- Opening Delimiter -

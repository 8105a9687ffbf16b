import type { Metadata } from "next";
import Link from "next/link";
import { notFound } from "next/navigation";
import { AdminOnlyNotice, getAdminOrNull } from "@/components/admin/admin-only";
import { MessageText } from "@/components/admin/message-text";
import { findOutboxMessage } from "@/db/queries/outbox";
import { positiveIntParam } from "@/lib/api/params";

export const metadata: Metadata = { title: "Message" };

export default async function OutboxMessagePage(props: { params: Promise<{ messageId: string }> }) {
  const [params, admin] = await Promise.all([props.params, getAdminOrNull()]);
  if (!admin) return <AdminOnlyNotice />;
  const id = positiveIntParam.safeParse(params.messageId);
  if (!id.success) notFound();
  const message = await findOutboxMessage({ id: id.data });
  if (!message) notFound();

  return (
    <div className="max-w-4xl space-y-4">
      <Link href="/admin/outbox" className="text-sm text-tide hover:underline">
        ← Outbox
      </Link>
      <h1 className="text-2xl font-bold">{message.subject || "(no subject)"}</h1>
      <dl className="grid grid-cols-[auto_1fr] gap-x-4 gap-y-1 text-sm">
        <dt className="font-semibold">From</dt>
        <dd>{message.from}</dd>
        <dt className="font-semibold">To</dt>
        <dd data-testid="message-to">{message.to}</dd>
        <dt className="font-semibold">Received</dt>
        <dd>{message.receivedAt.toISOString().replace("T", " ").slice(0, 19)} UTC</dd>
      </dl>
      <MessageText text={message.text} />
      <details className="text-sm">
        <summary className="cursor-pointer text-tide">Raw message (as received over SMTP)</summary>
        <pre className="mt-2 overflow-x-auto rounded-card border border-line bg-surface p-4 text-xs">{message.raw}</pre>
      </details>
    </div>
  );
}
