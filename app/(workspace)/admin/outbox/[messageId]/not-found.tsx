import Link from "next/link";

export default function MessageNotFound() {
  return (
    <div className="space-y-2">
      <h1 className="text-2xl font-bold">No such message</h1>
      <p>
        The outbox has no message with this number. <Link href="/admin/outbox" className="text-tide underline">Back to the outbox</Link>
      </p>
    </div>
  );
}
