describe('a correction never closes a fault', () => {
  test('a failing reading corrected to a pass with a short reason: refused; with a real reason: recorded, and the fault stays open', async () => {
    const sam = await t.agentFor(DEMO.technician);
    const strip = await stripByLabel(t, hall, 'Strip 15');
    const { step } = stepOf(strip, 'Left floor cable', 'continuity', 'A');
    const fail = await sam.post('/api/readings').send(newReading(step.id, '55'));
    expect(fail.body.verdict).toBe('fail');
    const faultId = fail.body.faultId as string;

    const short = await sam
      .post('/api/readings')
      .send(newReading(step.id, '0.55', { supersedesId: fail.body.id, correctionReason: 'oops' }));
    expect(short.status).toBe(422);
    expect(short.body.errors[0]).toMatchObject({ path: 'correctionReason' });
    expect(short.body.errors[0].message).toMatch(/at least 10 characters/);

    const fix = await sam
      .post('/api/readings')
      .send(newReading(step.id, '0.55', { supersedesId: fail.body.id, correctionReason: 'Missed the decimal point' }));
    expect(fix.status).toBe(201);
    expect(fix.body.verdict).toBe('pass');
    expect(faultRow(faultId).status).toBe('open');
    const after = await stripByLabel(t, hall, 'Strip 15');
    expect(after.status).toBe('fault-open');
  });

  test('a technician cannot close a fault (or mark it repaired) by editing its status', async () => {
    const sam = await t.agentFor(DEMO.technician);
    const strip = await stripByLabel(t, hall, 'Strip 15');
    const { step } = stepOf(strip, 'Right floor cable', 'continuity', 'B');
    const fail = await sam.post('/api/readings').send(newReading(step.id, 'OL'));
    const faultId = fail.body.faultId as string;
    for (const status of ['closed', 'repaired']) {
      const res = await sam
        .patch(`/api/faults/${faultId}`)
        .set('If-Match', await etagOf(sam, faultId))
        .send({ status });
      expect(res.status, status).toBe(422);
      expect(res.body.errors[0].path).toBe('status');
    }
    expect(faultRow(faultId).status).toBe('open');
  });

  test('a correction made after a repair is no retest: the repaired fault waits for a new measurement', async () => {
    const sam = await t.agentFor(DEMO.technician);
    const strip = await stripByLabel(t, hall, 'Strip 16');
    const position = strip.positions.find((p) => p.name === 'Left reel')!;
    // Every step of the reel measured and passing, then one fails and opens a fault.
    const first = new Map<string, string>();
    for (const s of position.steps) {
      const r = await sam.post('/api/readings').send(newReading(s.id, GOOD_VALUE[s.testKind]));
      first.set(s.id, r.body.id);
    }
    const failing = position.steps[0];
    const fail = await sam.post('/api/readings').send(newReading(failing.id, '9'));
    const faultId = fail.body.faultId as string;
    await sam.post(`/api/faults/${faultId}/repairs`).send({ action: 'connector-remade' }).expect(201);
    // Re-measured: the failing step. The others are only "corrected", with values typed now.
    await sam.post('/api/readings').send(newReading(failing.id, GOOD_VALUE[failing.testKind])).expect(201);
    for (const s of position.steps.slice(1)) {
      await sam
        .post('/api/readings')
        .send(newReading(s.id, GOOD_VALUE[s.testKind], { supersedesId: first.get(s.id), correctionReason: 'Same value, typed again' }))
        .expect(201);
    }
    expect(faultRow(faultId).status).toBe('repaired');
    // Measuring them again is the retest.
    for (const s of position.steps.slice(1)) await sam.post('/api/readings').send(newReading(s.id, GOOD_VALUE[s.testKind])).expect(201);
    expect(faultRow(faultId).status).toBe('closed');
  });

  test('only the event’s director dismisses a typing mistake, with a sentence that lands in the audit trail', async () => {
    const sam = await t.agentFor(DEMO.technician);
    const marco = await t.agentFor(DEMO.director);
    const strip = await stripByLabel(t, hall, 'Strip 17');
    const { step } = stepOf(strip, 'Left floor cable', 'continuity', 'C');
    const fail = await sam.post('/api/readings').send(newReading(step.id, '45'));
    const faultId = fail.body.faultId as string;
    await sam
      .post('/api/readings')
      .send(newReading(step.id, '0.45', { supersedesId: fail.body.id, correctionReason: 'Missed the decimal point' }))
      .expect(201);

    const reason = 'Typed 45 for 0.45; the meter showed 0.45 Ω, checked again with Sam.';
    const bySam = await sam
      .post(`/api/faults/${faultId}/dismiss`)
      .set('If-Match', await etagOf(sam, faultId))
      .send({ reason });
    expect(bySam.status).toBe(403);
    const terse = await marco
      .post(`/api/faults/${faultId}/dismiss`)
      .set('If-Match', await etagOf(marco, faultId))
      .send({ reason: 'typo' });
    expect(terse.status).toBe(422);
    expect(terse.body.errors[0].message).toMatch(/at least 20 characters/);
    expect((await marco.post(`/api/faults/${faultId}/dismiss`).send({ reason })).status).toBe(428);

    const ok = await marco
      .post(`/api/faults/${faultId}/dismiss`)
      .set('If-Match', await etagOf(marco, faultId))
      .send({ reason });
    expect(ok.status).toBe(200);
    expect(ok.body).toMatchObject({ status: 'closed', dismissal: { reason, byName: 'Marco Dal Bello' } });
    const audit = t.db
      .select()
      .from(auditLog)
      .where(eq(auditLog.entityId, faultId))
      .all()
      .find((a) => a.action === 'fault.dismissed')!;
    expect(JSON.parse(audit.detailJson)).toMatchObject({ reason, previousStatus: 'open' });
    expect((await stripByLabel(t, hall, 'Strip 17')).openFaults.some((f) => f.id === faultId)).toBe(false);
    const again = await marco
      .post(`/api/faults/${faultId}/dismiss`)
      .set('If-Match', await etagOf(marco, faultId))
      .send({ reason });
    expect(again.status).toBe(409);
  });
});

- Closing Delimiter -

**DESCRIPTION OF THE TASK:**
Go over the listing above and return each line with "default".

**PROBLEM SOLUTION:**
export default async function OutboxMessagePage(props: { params: Promise<{ messageId: string }> }) {
export default function MessageNotFound() {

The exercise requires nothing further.